German factory orders had their sharpest drop since 2009, Berlin’s Economy Ministry said Monday, erasing recent gains and adding to fears of a slowdown in Europe’s largest economy.

A big drop in international demand caused factory orders to fall by 5.7 percent in August from July and 1.3 percent from a year ago, Berlin said. Economists had expected a 2.5 percent monthly decrease, according to a Bloomberg survey. By contrast, orders from abroad drove a 4.6 percent increase in factory orders in July, the most in more than a year.

Orders from outside the euro zone fell 9.9 percent in August from July, orders from other countries in the euro zone fell by 5.7 percent, and domestic orders fell by 2 percent.
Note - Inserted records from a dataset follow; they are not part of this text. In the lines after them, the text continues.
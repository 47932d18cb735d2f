package lyate.window;

import lyate.bench.Enthalpies;
import lyate.molecule.MoleculeDrawing;
import lyate.molecule.MoleculeReader;
import lyate.review.Review;
import lyate.review.ReviewException;
import lyate.sheet.StepReader;
import lyate.stock.Stockroom;
import lyate.table.TableFolders;

/** What panel tests have in common. */
final class Panels {

    private Panels() {}

    /** Real tables, invented verdicts. */
    static Engine inventedEngine() {
        return new Engine(TableFolders.packaged(), Stockroom.load(TableFolders.packaged()), new InventedReviewer(), Enthalpies.load(TableFolders.packaged()));
    }

    /** A new sheet of one step. */
    static SheetDocument document(StepText step) {
        return new SheetDocument(StepCells.sheetOf(step), System::nanoTime);
    }

    /** What the window would show for a typed step, judged by the invented reviewer. */
    static Shown shown(StepText text) {
        try {
            Review review = new InventedReviewer().review(new FieldReader(() -> new StepReader(new MoleculeReader(), Stockroom.load(TableFolders.packaged())))
                    .read(text).step().orElseThrow());
            return new Shown(review, MoleculeDrawing.of(review.step().substrate()));
        } catch (ReviewException e) {
            throw new AssertionError(e);
        }
    }
}
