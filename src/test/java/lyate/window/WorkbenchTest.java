package lyate.window;

import static org.junit.jupiter.api.Assertions.assertEquals;
import static org.junit.jupiter.api.Assertions.assertFalse;
import static org.junit.jupiter.api.Assertions.assertTrue;
import static org.junit.jupiter.api.Assumptions.assumeFalse;

import java.awt.Component;
import java.awt.Container;
import java.awt.GraphicsEnvironment;
import java.awt.event.MouseEvent;
import java.awt.geom.Rectangle2D;
import java.awt.image.BufferedImage;
import java.nio.file.Files;
import java.nio.file.Path;
import java.util.ArrayList;
import java.util.Arrays;
import java.util.List;
import java.util.Optional;
import java.util.concurrent.Callable;
import java.util.concurrent.FutureTask;
import java.util.function.Predicate;
import java.util.stream.IntStream;
import javax.imageio.ImageIO;
import javax.swing.AbstractButton;
import javax.swing.JComboBox;
import javax.swing.JFrame;
import javax.swing.JLabel;
import javax.swing.JList;
import javax.swing.JScrollBar;
import javax.swing.JTable;
import javax.swing.SwingUtilities;
import javax.swing.text.JTextComponent;
import lyate.review.Verdict;
import lyate.sheet.RouteSheet;
import org.apache.pdfbox.Loader;
import org.apache.pdfbox.pdmodel.PDDocument;
import org.junit.jupiter.api.AfterEach;
import org.junit.jupiter.api.BeforeEach;
import org.junit.jupiter.api.Test;
import org.junit.jupiter.api.io.TempDir;

/** Drives the real window; needs a display, for example Xvfb. */
class WorkbenchTest {

    private JFrame frame;
    private Workbench bench;
    private SheetDocument document;

    @BeforeEach
    void openWindow() throws Exception {
        assumeFalse(GraphicsEnvironment.isHeadless(), "the window needs a display");
        onEventThread(() -> {
            Theme theme = new Theme(false);
            theme.install();
            document = Panels.document(StepText.demo());
            bench = new Workbench(theme, Panels.engine(), document);
            frame = new JFrame();
            frame.setContentPane(bench);
            frame.setSize(1500, 920);
            frame.setVisible(true);
            return null;
        });
        waitFor(bench -> bench.shown().isPresent());
    }

    @AfterEach
    void closeWindow() throws Exception {
        if (frame != null) {
            onEventThread(() -> {
                bench.close();
                frame.dispose();
                return null;
            });
        }
    }

    @Test
    void opensOnAStepThatShowsAConflict() throws Exception {
        assertEquals(Verdict.WRONG_SITE, onEventThread(() -> bench.shown().orElseThrow().review().verdict()));
    }

    @Test
    void typingAnotherBaseReviewsTheStepAnew() throws Exception {
        type(StepField.BASE, "LDA");
        waitFor(bench -> bench.shown().orElseThrow().review().step().base().id().equals("lda"));
    }

    @Test
    void halfATextLeavesTheLastPictureAndSaysWhatIsWrong() throws Exception {
        type(StepField.SUBSTRATE, "O=C(C1CC");
        waitFor(bench -> bench.strip().box(StepField.SUBSTRATE).line().isProblem());
        assertEquals("O=C(C1CCC1)Nc1ccc(C)c(O)c1", onEventThread(() -> bench.shown().orElseThrow().review().step().substrate().input()));
        waitFor(Workbench::isOutdated);
        type(StepField.SUBSTRATE, "CCO");
        waitFor(bench -> bench.shown().orElseThrow().review().step().substrate().input().equals("CCO"));
        assertFalse(onEventThread(bench::isOutdated));
        assertFalse(onEventThread(() -> bench.strip().box(StepField.SUBSTRATE).line().isProblem()));
    }

    @Test
    void aNewStepIsAskedForWhatIsMissingWithoutBeingScolded() throws Exception {
        type(StepField.BASE, "");
        type(StepField.SUBSTRATE, "");
        waitFor(bench -> says(bench, "Type, paste or drop a structure above"));
        assertFalse(onEventThread(() -> bench.strip().box(StepField.SUBSTRATE).line().isProblem()));
        type(StepField.SUBSTRATE, "CCO");
        waitFor(bench -> says(bench, "Now choose a base"));
        type(StepField.BASE, "NaH");
        waitFor(bench -> bench.shown().isPresent());
    }

    private static boolean says(Container parent, String words) {
        return Arrays.stream(parent.getComponents()).anyMatch(child -> child.isShowing()
                && (child instanceof JLabel label && words.equals(label.getText()) || child instanceof Container container && says(container, words)));
    }

    @Test
    void ofManyKeystrokesOnlyTheLastIsShown() throws Exception {
        String text = "CCCCCCCCO";
        for (int length = 1; length <= text.length(); length++) {
            type(StepField.SUBSTRATE, text.substring(0, length));
        }
        waitFor(bench -> bench.shown().orElseThrow().review().step().substrate().input().equals(text));
    }

    @Test
    void choosingASiteMakesItTheIntendedOne() throws Exception {
        onEventThread(() -> {
            bench.intend("O14");
            return null;
        });
        waitFor(bench -> bench.shown().orElseThrow().review().intendedSite().equals("O14"));
        assertTrue(onEventThread(() -> bench.shown().orElseThrow().intended().orElseThrow().intended()));
    }

    @Test
    void aClickOnATagMakesItsSiteTheIntendedOne() throws Exception {
        waitFor(bench -> bench.substrate().placeOf("O14").isPresent());
        onEventThread(() -> {
            Rectangle2D box = bench.substrate().placeOf("O14").orElseThrow();
            mouse(bench.substrate(), MouseEvent.MOUSE_CLICKED, (int) box.getCenterX(), (int) box.getCenterY());
            return null;
        });
        waitFor(bench -> bench.shown().orElseThrow().review().intendedSite().equals("O14"));
    }

    @Test
    void draggingTheLineOfTheDoseChangesTheEquivalents() throws Exception {
        onEventThread(() -> {
            bench.drawer().setSelectedComponent(bench.drawer().dose());
            return null;
        });
        waitFor(bench -> bench.isSettled() && bench.drawer().dose().chart().getChart() != null
                && bench.drawer().dose().chart().getScreenDataArea().getWidth() > 0);
        onEventThread(() -> {
            DosePanel dose = bench.drawer().dose();
            int middle = dose.chart().getHeight() / 2;
            mouse(dose.chart(), MouseEvent.MOUSE_PRESSED, dose.lineAt(1.05), middle);
            mouse(dose.chart(), MouseEvent.MOUSE_DRAGGED, dose.lineAt(2.0), middle);
            mouse(dose.chart(), MouseEvent.MOUSE_RELEASED, dose.lineAt(2.0), middle);
            return null;
        });
        waitFor(bench -> bench.shown().orElseThrow().review().step().equivalents() == 2.0);
        assertEquals("2", onEventThread(() -> bench.strip().box(StepField.EQUIVALENTS).text()));
    }

    @Test
    void everyPictureIsSavedAsPngSvgAndPdf(@TempDir Path folder) throws Exception {
        waitFor(bench -> bench.picture(WindowMenu.Drawn.SUBSTRATE).isPresent() && bench.picture(WindowMenu.Drawn.LADDER).isPresent());
        for (WindowMenu.Drawn what : List.of(WindowMenu.Drawn.SUBSTRATE, WindowMenu.Drawn.LADDER)) {
            saveInEveryKind(what, folder.resolve(what.name()));
        }
        for (LazyTab tab : List.of(bench.drawer().dose(), bench.drawer().workUp())) {
            onEventThread(() -> {
                bench.drawer().setSelectedComponent(tab);
                return null;
            });
            waitFor(bench -> bench.isSettled() && bench.picture(WindowMenu.Drawn.CHART).isPresent());
            saveInEveryKind(WindowMenu.Drawn.CHART, folder.resolve(tab.getAccessibleContext().getAccessibleName()));
        }
    }

    private void saveInEveryKind(WindowMenu.Drawn what, Path name) throws Exception {
        Picture picture = onEventThread(() -> bench.picture(what).orElseThrow());
        Path png = name.resolveSibling(name.getFileName() + ".png");
        Path svg = name.resolveSibling(name.getFileName() + ".svg");
        Path pdf = name.resolveSibling(name.getFileName() + ".pdf");
        onEventThread(() -> {
            Pictures.save(picture, png);
            Pictures.save(picture, svg);
            Pictures.save(picture, pdf);
            return null;
        });
        BufferedImage image = ImageIO.read(png.toFile());
        int ground = picture.ground().getRGB();
        long drawn = IntStream.range(0, image.getWidth() * image.getHeight())
                .filter(i -> image.getRGB(i % image.getWidth(), i / image.getWidth()) != ground).count();
        assertTrue(drawn > 1000, what + " is drawn on the picture");
        assertTrue(Files.readString(svg).split("<path").length > 10, what + " is drawn as paths");
        try (PDDocument document = Loader.loadPDF(pdf.toFile())) {
            assertEquals(picture.size().width, document.getPage(0).getMediaBox().getWidth(), 0.5);
        }
    }

    @Test
    void everyControlThatTakesTheKeyboardHasAName() throws Exception {
        onEventThread(() -> {
            assertEquals(List.of(), nameless(bench));
            return null;
        });
    }

    private static List<String> nameless(Container parent) {
        List<String> found = new ArrayList<>();
        for (Component child : parent.getComponents()) {
            boolean control = child instanceof JTextComponent text && text.isEditable() || child instanceof AbstractButton && child.isFocusable()
                    || child instanceof JTable || child instanceof JList || child instanceof JComboBox;
            String name = child.getAccessibleContext() == null ? "" : child.getAccessibleContext().getAccessibleName();
            if (control && child.isShowing() && (name == null || name.isBlank())) {
                found.add(child.getClass().getSimpleName() + " in " + parent.getClass().getSimpleName());
            }
            if (child instanceof Container container && !(child instanceof JComboBox) && !(child instanceof JScrollBar)) {
                found.addAll(nameless(container));
            }
        }
        return found;
    }

    private static void mouse(Component target, int kind, int x, int y) {
        target.dispatchEvent(new MouseEvent(target, kind, System.currentTimeMillis(), MouseEvent.BUTTON1_DOWN_MASK, x, y, 1, false, MouseEvent.BUTTON1));
    }

    @Test
    void undoBringsBackFieldsAndReview() throws Exception {
        type(StepField.BASE, "LDA");
        waitFor(bench -> bench.shown().orElseThrow().review().step().base().id().equals("lda"));
        onEventThread(() -> {
            document.undo();
            return null;
        });
        waitFor(bench -> bench.shown().orElseThrow().review().step().base().id().equals("nah"));
        assertEquals("NaH", onEventThread(() -> bench.strip().box(StepField.BASE).text()));
    }

    @Test
    void aSheetIsSavedAndOpenedAgain(@TempDir Path folder) throws Exception {
        Path file = folder.resolve("sheet.csv");
        onEventThread(() -> {
            document.change(document.state().duplicated());
            document.edit(document.state().text().with(StepField.SOLVENT, "THF"));
            document.state().sheet().save(file);
            document.saved(file);
            document.open(RouteSheet.read(file), Optional.of(file), Files.readString(file));
            document.select(1);
            return null;
        });
        waitFor(bench -> bench.shown().orElseThrow().review().step().solvent().id().equals("thf"));
        assertEquals("THF", onEventThread(() -> bench.strip().box(StepField.SOLVENT).text()));
    }

    @Test
    void anEmptyNumberMeansTheUsualOne() throws Exception {
        type(StepField.TEMPERATURE, "");
        waitFor(bench -> bench.shown().orElseThrow().review().step().temperatureCelsius() == 25);
    }

    @Test
    void theRoomIsSharedAsItWasLastTime() throws Exception {
        onEventThread(() -> {
            bench.arrange("0.500 0.300 0.600 2");
            bench.revalidate();
            frame.validate();
            return null;
        });
        waitFor(bench -> bench.drawer().getSelectedComponent() == bench.drawer().dose());
        String[] now = onEventThread(bench::arrangement).split(" ");
        double[] wanted = {0.5, 0.3, 0.6, 2};
        for (int i = 0; i < wanted.length; i++) {
            assertEquals(wanted[i], Double.parseDouble(now[i]), 0.01);
        }
        onEventThread(() -> {
            bench.arrange("0.9 nonsense");
            return null;
        });
        assertEquals(String.join(" ", now), onEventThread(bench::arrangement));
    }

    private void type(StepField field, String text) throws Exception {
        onEventThread(() -> {
            bench.strip().box(field).field().setText(text);
            return null;
        });
    }

    private void waitFor(Predicate<Workbench> condition) throws Exception {
        long end = System.nanoTime() + 10_000_000_000L;
        while (!onEventThread(() -> condition.test(bench))) {
            assertTrue(System.nanoTime() < end, "the window did not get there in 10 s");
            Thread.sleep(10);
        }
    }

    private static <T> T onEventThread(Callable<T> task) throws Exception {
        FutureTask<T> future = new FutureTask<>(task);
        SwingUtilities.invokeAndWait(future);
        return future.get();
    }
}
The “hesitant economic development” of the 18-nation euro zone and uncertainty introduced by “geopolitical events” weakened demand, the ministry said. The bloc of European countries is struggling to maintain economic momentum in a recovery while political tensions with Russia continue to escalate. International sanctions against Russia and a faltering Chinese economy have deteriorated business and investor sentiment in the euro area. Inflation in the region is at a five-year low, at 0.3 percent last month compared with the European Central Bank’s 2 percent target for price stability.

The European Union and the U.S. have imposed several economic sanctions against Russia over its involvement in the Ukraine crisis, and Moscow has retaliated by banning most food imports from the Western trade partners. Moscow is reportedly considering a ban on car imports and clothes from the West, which would hurt Germany’s Volkswagen and Mercedes-Benz manufacturers among others leading the country's industrial output. If the dispute with Russia over the Ukraine crisis hits Germany’s economy harder in the third quarter than the second, the German economy could fall into recession.